By Dr Matthew Carroll, Research Division, Cambridge University Press & Assessment
When we produce an assessment, we need to know that it is measuring what it is intended to measure. We need to make sure that the results tell us something meaningful, so that any decisions based on those results are well-informed. This, broadly speaking, is the concept of assessment ‘validity’.
There are various different ways that people think about validity – colleagues have written about some of them on our blog 'In pursuit of reliability and validity'.
One way is to consider ‘predictive validity’. In practice, this means whether a test’s results can be used to predict outcomes in a related – but independent – measure.
For example, we might expect that students who scored higher on a mathematics baseline test at the start of the year should achieve higher grades at the end of the year. If this happened, we could conclude that the baseline test had good predictive validity. If, on the other hand, there was no relationship, we might question whether the baseline test really was measuring what we intended it to.
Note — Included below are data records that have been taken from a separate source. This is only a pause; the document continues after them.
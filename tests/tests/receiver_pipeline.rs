//! The receiver end to end on synthetic coil signals, and its invariants.
//!
//! Coil readings come from the dipole field (Griffiths, *Introduction to
//! Electrodynamics*, eq. 5.89; equation number from memory) through
//! `Head::readings`, which the field reference tests check against that formula.

use proptest::prelude::*;
use rand::rngs::StdRng;
use rand::{RngExt, SeedableRng};
use undertone_dsp::detect::input::InputScale;
use undertone_dsp::field::Source;
use undertone_dsp::locate::components::FieldVector;
use undertone_dsp::phasor::Phasor;
use undertone_dsp::{Beacon, DetectorSettings, Head, Readout, Receiver, ReceiverSettings, C32};
use undertone_tests::Noise;

fn settings() -> ReceiverSettings<4> {
    let mut input = InputScale::<4>::unity(24);
    input.full_scale = 1.0;
    ReceiverSettings::new(DetectorSettings::new(48_000.0, Beacon::Hz512), input, Head::reference4())
}

/// Property-test cases: `PROPTEST_CASES` when set (CI raises it), else `default`.
fn cases(default: u32) -> u32 {
    std::env::var("PROPTEST_CASES").ok().and_then(|v| v.parse().ok()).unwrap_or(default)
}

/// Readings of the reference head `x` m past a level sonde along its axis (sonde axis along
/// the handle), `y` m to its side, the sonde `h` m down.
fn readings(h: f32, x: f32, y: f32) -> [f32; 4] {
    Head::reference4().readings(&Source::Dipole { moment_am2: [1.0, 0.0, 0.0], pos_m: [-x, -y, -h] }, [0.0; 3], 0.0)
}

/// Feed samples of a receiver moving along `path(t)` (x past the sonde, m) for `seconds`:
/// coil c sees `k·a_c(x(t))·cos(2π·512t + 0.4)` plus white noise; returns every readout.
fn run_path(rx: &mut Receiver<4>, h: f32, k: f32, path: impl Fn(f64) -> f32, seconds: f64, noise_sd: f64, seed: u64) -> Vec<Readout<4>> {
    let fs = 48_000.0f64;
    let w = 2.0 * std::f64::consts::PI * 512.0 / fs;
    let mut noise = Noise::new(seed, noise_sd);
    let mut out = Vec::new();
    let mut amp = readings(h, path(0.0), 0.0);
    for n in 0..(seconds * fs) as usize {
        let t = n as f64 / fs;
        // The geometry changes slowly: update it every millisecond.
        if n % 48 == 0 {
            amp = readings(h, path(t), 0.0);
        }
        let c = (w * n as f64 + 0.4).cos();
        let f = [0, 1, 2, 3].map(|i| (k as f64 * amp[i] as f64 * c + noise.sample()) as f32);
        if let Some(r) = rx.push(&f) {
            out.push(r);
        }
    }
    out
}

#[test]
fn walking_into_the_sonde_the_receiver_reads_its_depth() {
    // A person starts 2h behind the point over the sonde on its axis and does what the
    // receiver asks (tests/src/operator.rs), the coils sampled at 48 kSPS: every direction
    // shown is right, and the receiver ends with a depth within 3σ of the truth read over
    // the sonde (max(0.15 m, 0.1·h) of it).
    for h in [0.8f32, 1.5, 3.0] {
        let mut rx = Receiver::new(settings()).unwrap();
        let k = 0.3 / readings(h, 0.0, 0.0)[0].abs();
        let fs = 48_000.0f64;
        let w = 2.0 * std::f64::consts::PI * 512.0 / fs;
        let mut noise = Noise::new(1, 1e-4);
        let mut op = undertone_tests::operator::Operator::new(-2.0 * h, 0.0);
        let (mut x, mut y) = (-2.0 * h, 0.0f32);
        let mut amp = readings(h, x, y);
        let (mut last, mut depths, mut t_prev) = (None, 0, 0.0f64);
        let tol = (0.1 * h).max(0.15);
        for n in 0..(200.0 * fs) as usize {
            let c = (w * n as f64 + 0.4).cos();
            let f = [0, 1, 2, 3].map(|i| (k as f64 * amp[i] as f64 * c + noise.sample()) as f32);
            let Some(r) = rx.push(&f) else { continue };
            let d = r.guidance.direction();
            if d != 0 {
                assert_eq!(d, if x < 0.0 { 1 } else { -1 }, "h={h} x={x} y={y}: {:?}", r.guidance);
            }
            if let Some(dp) = r.depth {
                assert!(x.hypot(y) <= tol, "h={h}: depth at ({x}, {y})");
                assert!((dp.depth.depth_m - h).abs() < 3.0 * dp.depth.sigma_m, "h={h}: {dp:?}");
                depths += 1;
            }
            last = Some(r);
            if depths >= 20 {
                break;
            }
            let t = n as f64 / fs;
            (x, y) = op.step(&r.guidance, (t - t_prev) as f32);
            t_prev = t;
            amp = readings(h, x, y);
        }
        let last = last.unwrap();
        assert!(depths >= 20, "h={h}: {depths} depths; last {:?}", last.guidance);
        assert!((last.strength / (k * readings(h, x, y)[0].abs()) - 1.0).abs() < 1e-2, "h={h}: strength {}", last.strength);
    }
}

#[test]
fn gain_requests_and_rescaling_keep_readouts_continuous() {
    let h = 1.0;
    let k = 0.9 / readings(h, 0.0, 0.0)[0].abs();
    let mut rx = Receiver::new(settings()).unwrap();
    let out = *run_path(&mut rx, h, k, |_| 0.0, 1.5, 0.0, 3).last().unwrap();
    let g = out.gain_request.expect("0.9 of full scale asks for less gain");
    assert_eq!((g.channel, g.up), (0, false));
    let before = out.phasors[0].magnitude();
    // The firmware halves channel 0's gain: codes halve, the receiver rescales.
    rx.apply_gain_change(0, 0.5).unwrap();
    let fs = 48_000.0f64;
    let w = 2.0 * std::f64::consts::PI * 512.0 / fs;
    let r = readings(h, 0.0, 0.0);
    let mut last = None;
    for n in 0..(0.5 * fs) as usize {
        let n = n + (1.5 * fs) as usize;
        let c = (w * n as f64 + 0.4).cos() as f32;
        let f = [r[0] * k * 0.5 * c, r[1] * k * c, r[2] * k * c, r[3] * k * c];
        if let Some(o) = rx.push(&f) {
            last = Some(o);
        }
    }
    let after = last.unwrap().phasors[0].magnitude();
    assert!((after / before - 1.0).abs() < 1e-3, "{after} vs {before}");
}

/// The detection of the reference head at (x, y) from a level sonde h m down, as the
/// detector would hand it (phasor = reading·e^{jφ}·k/peak, noise σ 1e-4·k).
fn det(h: f32, x: f32, y: f32, t_s: f64, phase: f32, k: f32) -> undertone_dsp::Detection<4> {
    let peak = readings(h, 0.0, 0.0)[0].abs();
    undertone_dsp::Detection::<4> {
        sample_index: (t_s * 20.0).round() as u64,
        t_s,
        phasors: readings(h, x, y).map(|v| undertone_dsp::phasor::unit(phase).scale(k * v / peak)),
        noise_sigma: [k.abs() * 1e-4; 4],
        stats: Default::default(),
        freq_offset_hz: 0.0,
        freq_offset_sigma_hz: 0.0,
        flags: Default::default(),
    }
}

/// Phasors and noise σ put in place of a readout's.
type Garbage = ([C32; 4], [f32; 4]);

/// Random garbage in place of a readout: NaN, infinities, zeros, huge and tiny values.
fn garbage(rng: &mut StdRng) -> Garbage {
    let v = |rng: &mut StdRng| match rng.random_range(0..6) {
        0 => f32::NAN,
        1 => f32::INFINITY,
        2 => 0.0,
        3 => 1e30,
        4 => -1e-30,
        _ => rng.random_range(-10.0f32..10.0),
    };
    let p = std::array::from_fn(|_| C32::new(v(rng), v(rng)));
    let s = std::array::from_fn(|_| match rng.random_range(0..3) {
        0 => 0.0,
        1 => f32::NAN,
        _ => rng.random_range(0.0f32..1.0),
    });
    (p, s)
}

/// Closed loops per randomized check. Each is a person locating a sonde (hundreds of
/// readouts); the receiver locates a share of them short of all (BENCHMARKS.md), so these
/// checks count successes over a seeded set instead of requiring every case.
const LOOPS: usize = 40;

/// A person starting 2h behind the sonde on its axis doing as asked, 20 readouts/s, until
/// five depths have been shown or 240 s have passed.
fn locate_from_behind(
    rx: &mut Receiver<4>,
    h: f32,
    detect: impl FnMut(f32, f32, f64) -> undertone_dsp::Detection<4>,
) -> Vec<undertone_tests::operator::Shown<4>> {
    undertone_tests::operator::follow(rx, (-2.0 * h, 0.0), 0.05, 240.0, detect, |v| {
        v.iter().filter(|s| s.readout.depth.is_some()).count() >= 5
    })
}

#[test]
fn locate_never_emits_non_finite() {
    // A person locating the sonde (starting 2h behind it on its axis, doing as asked) with
    // up to five readouts replaced by garbage: every output of every readout stays finite,
    // and the receiver still ends with a depth over the sonde in nearly every case.
    let mut rng = StdRng::seed_from_u64(11);
    let mut located = 0;
    for _ in 0..LOOPS {
        let h = rng.random_range(0.5f32..3.0);
        let bad: Vec<(usize, Garbage)> = (0..rng.random_range(0..6)).map(|_| (rng.random_range(0..400), garbage(&mut rng))).collect();
        let mut rx = Receiver::new(settings()).unwrap();
        let mut n = 0usize;
        let shown = locate_from_behind(&mut rx, h, |x, y, t| {
            let mut d = det(h, x, y, t, 0.3, 1.0);
            if let Some((_, (p, s))) = bad.iter().find(|b| b.0 == n) {
                d.phasors = *p;
                d.noise_sigma = *s;
            }
            n += 1;
            d
        });
        for s in &shown {
            let r = &s.readout;
            assert!(r.strength.is_finite() && r.strength_db.is_finite() && r.bearing_deg.is_finite() && r.snr_db.is_finite(), "{r:?}");
            assert!(r.guidance.vertical_ratio.is_finite());
            for d in [r.gradient, r.known_moment].into_iter().flatten() {
                assert!(d.depth_m.is_finite() && d.sigma_m.is_finite() && d.sigma_m > 0.0, "{d:?}");
            }
            for d in [r.guidance.ahead, r.guidance.left].into_iter().flatten() {
                assert!(d.value_m.is_finite() && d.sigma_m.is_finite(), "{d:?}");
            }
        }
        located += usize::from(shown.last().unwrap().readout.depth.is_some());
    }
    println!("located {located} of {LOOPS}");
    // Measured: 40 of 40 (seed 11); bound 36, for the closed-loop rate of BENCHMARKS.md.
    assert!(located >= 36, "{located} of {LOOPS} located");
}

#[test]
fn results_invariant_to_amplitude_and_global_sign() {
    // The same person locating the same sonde with the signal at another strength (×1e-3 to
    // ×1e3), phase and sign: the receiver locates it alike, to the same depth.
    let mut rng = StdRng::seed_from_u64(12);
    let mut alike = 0;
    for _ in 0..LOOPS {
        let h = rng.random_range(0.4f32..3.0);
        let phase = rng.random_range(-3.0f32..3.0);
        let k = 10f32.powf(rng.random_range(-3.0f32..3.0)) * if rng.random_range(0..2) == 0 { -1.0 } else { 1.0 };
        let run = |phase: f32, k: f32| {
            let mut rx = Receiver::new(settings()).unwrap();
            let shown = locate_from_behind(&mut rx, h, |x, y, t| det(h, x, y, t, phase, k));
            let last = *shown.last().unwrap();
            (shown.len(), last)
        };
        let ((na, a), (nb, b)) = (run(0.3, 1.0), run(phase, k));
        // Rounding decides a threshold a readout earlier or later now and then; the loops
        // then part ways but end alike: both with a depth, the same within their σ, at
        // nearly the same time.
        if let (Some(p), Some(q)) = (a.readout.depth, b.readout.depth) {
            assert!((p.depth.depth_m - q.depth.depth_m).abs() < p.depth.sigma_m + q.depth.sigma_m, "h={h}: {p:?} vs {q:?}");
            assert!((a.x - b.x).hypot(a.y - b.y) <= 2.0 * (0.1 * h).max(0.15), "h={h}: ({}, {}) vs ({}, {})", a.x, a.y, b.x, b.y);
            alike += usize::from(na.abs_diff(nb) * 4 <= na.max(nb));
        }
    }
    println!("alike {alike} of {LOOPS}");
    // Measured: 40 of 40 (seed 12); bound 36.
    assert!(alike >= 36, "{alike} of {LOOPS} alike");
}

fn any_value() -> impl Strategy<Value = f32> {
    prop_oneof![
        Just(f32::NAN),
        Just(f32::INFINITY),
        Just(f32::NEG_INFINITY),
        Just(0.0f32),
        Just(1e30f32),
        Just(-1e-30f32),
        Just(f32::MIN_POSITIVE / 4.0),
        -10.0f32..10.0
    ]
}

proptest! {
    #![proptest_config(ProptestConfig::with_cases(cases(64)))]

    #[test]
    fn locate_outputs_stay_finite_on_any_input(
        steps in prop::collection::vec((any::<bool>(), -3.0f32..3.0, -2.0f32..2.0, prop::array::uniform8(any_value()), prop::array::uniform4(any_value())), 1..8),
        h in 0.3f32..4.0,
    ) {
        // Readouts of a head anywhere near the sonde, clean or garbage (NaN, infinities,
        // zeros, huge, subnormal): whatever comes in, every number that goes out is finite
        // or absent, and every σ shown is positive.
        let mut rx = Receiver::new(settings()).unwrap();
        for (i, (clean, x, y, p, s)) in steps.iter().enumerate() {
            let mut d = det(h, *x, *y, i as f64 * 0.05, 0.3, 1.0);
            if !clean {
                d.phasors = std::array::from_fn(|c| C32::new(p[2 * c], p[2 * c + 1]));
                d.noise_sigma = *s;
            }
            let r = rx.locate(&d);
            prop_assert!(r.strength.is_finite() && r.strength_db.is_finite() && r.bearing_deg.is_finite() && r.snr_db.is_finite(), "{r:?}");
            prop_assert!(r.guidance.vertical_ratio.is_finite());
            for d in [r.gradient, r.known_moment].into_iter().flatten() {
                prop_assert!(d.depth_m.is_finite() && d.sigma_m.is_finite() && d.sigma_m > 0.0, "{d:?}");
            }
            if let Some(d) = r.depth {
                prop_assert!(d.depth.depth_m.is_finite() && d.depth.sigma_m > 0.0 && d.below_ground_m.is_finite(), "{d:?}");
            }
            for d in [r.guidance.ahead, r.guidance.left].into_iter().flatten() {
                prop_assert!(d.value_m.is_finite() && d.sigma_m.is_finite(), "{d:?}");
            }
        }
    }

    #[test]
    fn bearing_follows_a_rotation_of_the_head(heading in -1.4f32..1.4, h in 0.5f32..4.0) {
        // Turning the receiver by ψ over a sonde along x turns the bearing by −ψ.
        let head = Head::reference4();
        let src = Source::Dipole { moment_am2: [1.0, 0.0, 0.0], pos_m: [0.0, 0.0, -h] };
        let r = head.readings(&src, [0.0; 3], heading);
        let p = r.map(|v| C32::new(v * 1e7, 0.0));
        let f = FieldVector::from_phasors(&head, &p, &[1e-6; 4]);
        prop_assert!((f.bearing_rad + heading).abs() < 1e-3, "{} vs {}", f.bearing_rad, -heading);
    }
}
In CEM’s baseline tests, MidYIS and Yellis, predictive validity is a key consideration, because one of their uses is to predict performance in high-stakes examinations. Students with higher scores on MidYIS or Yellis should be go on to attain higher grades at GCSE or IGCSE. And, as we seek to ensure the tests work well for their intended purposes, we have to regularly consider their predictive validity.
With this in mind, we recently carried out some research to explore the relationships between MidYIS/Yellis and IGCSE grades. Specifically, as the use of MidYIS and Yellis grows internationally, we wanted to know whether their predictive validity holds around the world. Their well-established use in the UK means that we have a good sense of their predictive validity here, but what about elsewhere? After all, that is what we would expect – the tests should have good predictive validity regardless of where they are taken.
"CEM tests have good predictive validity for IGCSEs, whether you’re in the UK or anywhere else in the world."
To do this, we looked at all students who had taken IGCSEs – anywhere in the world – in 2018 or 2019, and identified those who had done MidYIS or Yellis in the preceding years. We then matched their IGCSE grades to their MidYIS or Yellis scores, and grouped them into students based in the UK and those based elsewhere.
Once this matching process was complete, we looked at the relationships between CEM test scores and IGCSE grades for fourteen subjects, covering a range of disciplines, from the sciences, to languages, to arts and humanities. For each subject, we were able to include data on thousands of students, from hundreds of schools, and from around fifty countries.
With this large dataset, we analysed relationships between test scores and IGCSE grades in two ways. First, we looked at correlations, and then we used a more complex statistical method known as mixed effects regression. We’ll focus here on the correlation results.
Correlations measure the strength of linear relationships – if one number increases as the other one does, we’d see a positive correlation coefficient.
We found that in both the UK and the rest of the world, for all subjects, higher CEM test scores were associated with higher IGCSE grades. The median correlation coefficient was 0.55 in the UK, and 0.53 in the rest of the world. The mean correlation coefficient was 0.54 in the UK, and 0.50 in the rest of the world.
For context, these correlations are of similar magnitude to the relationships between national standardised test scores and GCSE grades, which are used to guide GCSE awarding in England (see Analysis of use of Key Stage 2 data in GCSE predictions)
For some subjects, like Physics and Computer Science, there was virtually no difference in correlation strength between the UK and the rest of the world. In other subjects, like English Literature and Biology, the correlation was slightly higher in the UK; in a couple of subjects, History and Geography, it was slightly higher in the rest of the world. But, overall, differences were generally small.
There are two main points to note. First, as expected, higher MidYIS/Yellis scores were associated with higher IGCSE grades. Second, there was very little difference in these relationships between the UK and the rest of the world.
And this is exactly what we would hope to see – CEM tests have good predictive validity for IGCSEs, whether you’re in the UK or anywhere else in the world.
This is just a brief summary of part of the research – we will soon be releasing a report that will provide more details on the methods we used and the results from both the correlation analysis and the mixed effects regressions.